Metche has a hospital set up by a medical aid organization, which started off as a few tents but has expanded to include an procedure area, but not much more. There is no work, families must journey for extended periods to find firewood, and each person must subsist with about nine litres of water a day – well under the advised quantity.

This seclusion means hospitals are receiving women with issues in their pregnancy dangerously late. There is only a one medical transport to serve the area between the Metche hospital and the health post near the Alacha encampment, where Mohammed is one of nearly 50,000 refugees. The medical team has observed instances where women in severe suffering have had to wait an entire night for the ambulance to come.

Imagine being in the final trimester, in childbirth, and travelling hours on a cart pulled by a donkey to get to a medical facility

As well as being rough, the route passes through valleys that become inundated during the rainy season, completely cutting off travel.

A surgeon at the hospital in Metche said every case she sees is an emergency, with some women having to make challenging travels to the hospital by on foot or on a pack animal.

“Imagine being in the late stages of pregnancy, in delivery, and making a long trip on a cart pulled by a donkey to get to a clinic. The biggest factor is the wait but having to come in these conditions also has an impact on the delivery,” says the surgeon.

Malnutrition, which is increasing, also increases the risk of problems in pregnancy, including the womb tears that medical staff often encounter.

Mohammed has remained in hospital in the 60 days since her caesarean. Experiencing malnutrition, she developed an infection, while her son has been carefully monitored. The father has travelled to other towns in look for employment, so Mohammed is completely reliant on her mother.

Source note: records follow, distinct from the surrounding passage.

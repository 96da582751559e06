// Lab kit: the instance's inventory of hammers (with their tips), accelerometers (per-axis
// sensitivities) and conditioners, with calibration history and who books each item when.
// Admins and campaign leads keep it; everyone signed in reads it. Campaigns borrow from it in Kit.
import { useState, type FormEvent } from 'react';
import { useQueryClient } from '@tanstack/react-query';
import { accelerometerUnits, hammerUnits, labCalibrationCreateSchema, labItemCreateSchema, type LabKind } from '@resonote/contracts';
import { api } from '../lib/api.ts';
import { issuesToErrors, numberOrUndefined, splitList, type FieldErrors } from '../lib/forms.ts';
import { labKeys, useLabItems, type LabItem } from '../lib/lab-data.ts';
import { useFailure } from '../lib/mutation.ts';
import { useToast } from '../lib/toast.tsx';
import { Button, Field, Notice, Panel, Spinner } from '../components/ui.tsx';
import { Select } from '../components/form-controls.tsx';
import { CalibrationForm, CalibrationHistory, CalibrationState } from '../components/kit/calibration-parts.tsx';
import { FormActions } from '../components/form-parts.tsx';

const KIND_TITLE: Record<LabKind, string> = { hammer: 'Hammers', accelerometer: 'Accelerometers', conditioner: 'Conditioners' };
const sig = (v: number) => Number(v.toPrecision(4)).toString();
const AXES = ['X', 'Y', 'Z'] as const;

function Sensitivity({ item }: { item: LabItem }) {
  if (item.kind === 'conditioner' || item.sensitivity === null) return <span className="text-[var(--muted)]">no sensitivity (part of the chain)</span>;
  const perAxis = AXES.filter((a) => item.axisSensitivities[a] !== undefined);
  return (
    <span className="num">
      {sig(item.sensitivity)} {item.sensitivityUnit}
      {item.sensitivityUnit !== item.sensitivityBaseUnit && item.sensitivityBase !== null && <span className="text-[var(--muted)]"> = {sig(item.sensitivityBase)} {item.sensitivityBaseUnit}</span>}
      {perAxis.length > 0 && (
        <span className="block text-xs text-[var(--muted)]">
          {perAxis.map((a) => `${a} ${sig(item.axisSensitivities[a]!)}`).join(' · ')} {item.sensitivityBaseUnit}
        </span>
      )}
    </span>
  );
}

function ItemRow({ item, canEdit }: { item: LabItem; canEdit: boolean }) {
  const [calibrating, setCalibrating] = useState(false);
  const [history, setHistory] = useState(false);
  const client = useQueryClient();
  const today = new Date().toISOString().slice(0, 10);
  const current = item.bookings.filter((b) => b.toOn >= today);
  return (
    <li className="space-y-2 border-b border-[var(--line)] py-3 last:border-0" data-testid="lab-item" data-serial={item.serial}>
      <div className="grid items-start gap-x-6 gap-y-2 sm:grid-cols-2 xl:grid-cols-[minmax(14rem,1.3fr)_minmax(11rem,1fr)_minmax(11rem,auto)_minmax(13rem,1.3fr)_auto]">
        <div className="min-w-0">
          <p className="font-medium">
            {item.model} <span className="num text-[var(--muted)]">SN {item.serial}</span>
          </p>
          <p className="text-xs text-[var(--muted)]">{item.kind === 'hammer' ? `Tips: ${item.tips.join(', ') || 'none registered'}` : item.kind === 'accelerometer' ? `Axes: ${item.axes.join(', ')}` : item.notes || 'Signal conditioner'}</p>
        </div>
        <div className="min-w-0 text-sm">
          <Sensitivity item={item} />
        </div>
        <CalibrationState calibration={item.calibration} />
        <div className="min-w-0 text-xs" data-testid="lab-bookings">
          {current.length === 0 ? (
            <span className="text-[var(--muted)]">Not booked</span>
          ) : (
            <ul>
              {current.map((b) => (
                <li key={b.id}>
                  <span className="num">
                    {b.fromOn} → {b.toOn}
                  </span>{' '}
                  {b.campaignName ?? <span className="text-[var(--muted)]">{b.otherCampaign}</span>}
                  {b.bookedByName ? ` (${b.bookedByName})` : ''}
                </li>
              ))}
            </ul>
          )}
        </div>
        <div className="flex flex-wrap justify-end gap-2 sm:col-span-2 xl:col-span-1">
          <Button variant="ghost" onClick={() => setHistory((h) => !h)} aria-expanded={history} className="min-h-9 px-3 text-xs">
            History <span className="num">({item.calibrations.length})</span>
          </Button>
          {canEdit && !calibrating && (
            <Button variant="secondary" onClick={() => setCalibrating(true)} className="min-h-9 px-3 text-xs" data-testid="lab-calibrate">
              Record calibration
            </Button>
          )}
        </div>
      </div>
      {history && <CalibrationHistory calibrations={item.calibrations} sensitivity={(c) => [c.sensitivity !== null ? `${sig(c.sensitivity)} ${c.sensitivityUnit}` : '', ...Object.entries(c.axisSensitivities).map(([a, v]) => `${a} ${sig(v)} ${item.sensitivityBaseUnit}`)].filter(Boolean).join(' ')} />}
      {calibrating && (
        <CalibrationForm
          item={item}
          path={`/lab/items/${item.id}/calibrations`}
          schema={labCalibrationCreateSchema}
          refresh={() => client.invalidateQueries({ queryKey: labKeys.items })}
          staleKeys={[labKeys.items]}
          onClose={() => setCalibrating(false)}
          sensitivity={item.kind !== 'conditioner'}
          axes={item.kind === 'accelerometer' && item.axes.length > 1 ? item.axes : []}
          sensitivityHint="Optional; updates the item and the campaigns booking it."
          testId="lab-calibration-save"
        />
      )}
    </li>
  );
}

function AddItemForm({ onClose }: { onClose: () => void }) {
  const client = useQueryClient();
  const toast = useToast();
  const fail = useFailure();
  const [kind, setKind] = useState<LabKind>('hammer');
  const [axes, setAxes] = useState<('X' | 'Y' | 'Z')[]>(['Z']);
  const [errors, setErrors] = useState<FieldErrors>({});
  const [busy, setBusy] = useState(false);
  async function submit(e: FormEvent<HTMLFormElement>) {
    e.preventDefault();
    const f = new FormData(e.currentTarget);
    const common = { kind, model: String(f.get('model') ?? ''), serial: String(f.get('serial') ?? ''), notes: String(f.get('notes') ?? '') };
    const perAxis: Record<string, number | undefined> = {};
    for (const a of axes.length > 1 ? axes : []) {
      const v = String(f.get(`axis-${a}`) ?? '').trim();
      if (v) perAxis[a] = numberOrUndefined(v);
    }
    const values =
      kind === 'conditioner'
        ? common
        : kind === 'hammer'
          ? { ...common, sensitivity: numberOrUndefined(f.get('sensitivity')), sensitivityUnit: String(f.get('sensitivityUnit')), tips: splitList(String(f.get('tips') ?? '').replace(/;/g, ',')) }
          : { ...common, sensitivity: numberOrUndefined(f.get('sensitivity')), sensitivityUnit: String(f.get('sensitivityUnit')), axes: AXES.filter((a) => axes.includes(a)), axisSensitivities: perAxis };
    const parsed = labItemCreateSchema.safeParse(values);
    if (!parsed.success) return setErrors(issuesToErrors(parsed.error));
    setErrors({});
    setBusy(true);
    try {
      await api('/lab/items', { body: parsed.data });
      await client.invalidateQueries({ queryKey: labKeys.items });
      toast('ok', `${common.model} (SN ${common.serial}) added to the lab kit.`);
      onClose();
    } catch (err) {
      fail(err);
    } finally {
      setBusy(false);
    }
  }
  const units = kind === 'hammer' ? hammerUnits : accelerometerUnits;
  return (
    <form onSubmit={submit} noValidate className="mb-4 grid gap-3 rounded-md border border-[var(--line)] p-3 sm:grid-cols-2 lg:grid-cols-3" aria-label="Add to the lab kit">
      <Select id="lab-kind" label="Kind" value={kind} onChange={(e) => setKind(e.target.value as LabKind)} options={[['hammer', 'Hammer'], ['accelerometer', 'Accelerometer'], ['conditioner', 'Conditioner']]} />
      <Field id="lab-model" name="model" label="Model" error={errors.model} />
      <Field id="lab-serial" name="serial" label="Serial number" error={errors.serial} />
      {kind !== 'conditioner' && (
        <>
          <Field id="lab-sens" name="sensitivity" inputMode="decimal" label="Sensitivity" error={errors.sensitivity} />
          <Select key={kind} id="lab-unit" name="sensitivityUnit" label="Unit" options={units.map((u) => [u, u])} error={errors.sensitivityUnit} />
        </>
      )}
      {kind === 'hammer' && <Field id="lab-tips" name="tips" label="Tips" placeholder="rubber, plastic, steel" hint="Separate tips with commas." error={errors.tips} />}
      {kind === 'accelerometer' && (
        <fieldset className="flex flex-col gap-1">
          <legend className="text-sm font-medium">Axes</legend>
          <div className="flex gap-3 pt-1">
            {AXES.map((a) => (
              <label key={a} className="inline-flex items-center gap-1 text-sm">
                <input type="checkbox" checked={axes.includes(a)} onChange={() => setAxes((l) => (l.includes(a) ? l.filter((x) => x !== a) : [...l, a]))} /> {a}
              </label>
            ))}
          </div>
          {errors.axes && <p className="text-xs text-bad">{errors.axes}</p>}
        </fieldset>
      )}
      {kind === 'accelerometer' && axes.length > 1 && AXES.filter((a) => axes.includes(a)).map((a) => <Field key={a} id={`lab-axis-${a}`} name={`axis-${a}`} inputMode="decimal" label={`Axis ${a} sensitivity`} hint="Optional, in the unit above; else the one sensitivity." error={errors[`axisSensitivities.${a}`]} />)}
      <Field id="lab-notes" name="notes" label="Notes" error={errors.notes} />
      <FormActions busy={busy} submit="Add to the lab kit" onCancel={onClose} testId="lab-add-save" />
    </form>
  );
}

export function LabKitPage() {
  const items = useLabItems();
  const [adding, setAdding] = useState(false);
  const canEdit = items.data?.canEdit ?? false;
  return (
    <div className="space-y-4" data-testid="lab-kit-page">
      <div className="flex flex-wrap items-end justify-between gap-3">
        <div>
          <h1 className="text-xl font-semibold">Lab kit</h1>
          <p className="text-sm text-[var(--muted)]">The lab’s hammers, accelerometers and conditioners with their calibrations. A campaign borrows an item by booking it in its Kit.{canEdit ? '' : ' Admins and campaign leads keep this list.'}</p>
        </div>
        {canEdit && !adding && (
          <Button onClick={() => setAdding(true)} data-testid="lab-add">
            Add item
          </Button>
        )}
      </div>
      {adding && <AddItemForm onClose={() => setAdding(false)} />}
      {items.isPending && <Spinner label="Loading the lab kit…" />}
      {items.isError && <Notice tone="error">The lab kit could not be loaded: {items.error.message}</Notice>}
      {items.data && items.data.items.length === 0 && <Notice tone="info">The lab kit is empty. {canEdit ? 'Add the first hammer or accelerometer above.' : 'An admin or a campaign lead adds items.'}</Notice>}
      {items.data &&
        (['hammer', 'accelerometer', 'conditioner'] as const).map((kind) => {
          const list = items.data.items.filter((i) => i.kind === kind);
          if (!list.length) return null;
          return (
            <Panel key={kind} title={<>{KIND_TITLE[kind]} <span className="num font-normal text-[var(--muted)]">({list.length})</span></>}>
              <ul>
                {list.map((i) => (
                  <ItemRow key={i.id} item={i} canEdit={canEdit} />
                ))}
              </ul>
            </Panel>
          );
        })}
    </div>
  );
}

The malnutrition ward has grown to six tents and has patients spilling over into other sections. Children rest beneath mosquito nets in sweltering heat in almost complete silence as doctors and nurses work, preparing treatments and weighing children on a scale made from a pail and cord.

In less severe situations children get small bags of PlumpyNut, the uniquely designed peanut paste, but the most severe instances need a daily dose of fortified formula. Mohammed’s baby is given his nourishment through a medical device.

Suhayba Abdullah Abubakar’s 11-month-old boy, Sufian Sulaiman, is being fed through a nasogastric tube. The child has been unwell for the past year but Abubakar was repeatedly given only painkillers without any medical assessment, until she made the trip from Alacha to Metche.

“Every day, I see further minors joining us in this shelter,” she says. “The food we’re eating is poor, there’s not enough to eat and it’s lacking in nutrients.

“If we were at home, we could’ve adapted ourselves. You can go and grow crops, you can find employment, but here we’re dependent on what we’re given.”

And what they are provided is a limited quantity of grain, cooking oil and salt, distributed every 60 days. Such a minimal nutrition is deficient in nutrients, and the little cash she is given purchases very little in the regular markets, where values have increased.

Abubakar was transferred to Alacha after coming from Sudan in 2023, having fled the militia Rapid Support Forces’ assault on her home city of El Geneina in June that year.

Unable to get employment in Chad, her partner has traveled to Libya in the aspiration to gathering adequate cash for them to follow. She resides with his relatives, dividing up whatever food they can get.

Abubakar says she has already witnessed food rations being cut and there are concerns that the abrupt cuts in foreign support money by the US, UK and other European countries, could make things worse. Despite the war in Sudan having produced the 21st century’s worst humanitarian disaster and the {scale of needs|extent

Amy Parker
Amy Parker

A tech-savvy journalist passionate about uncovering viral trends and delivering timely news updates.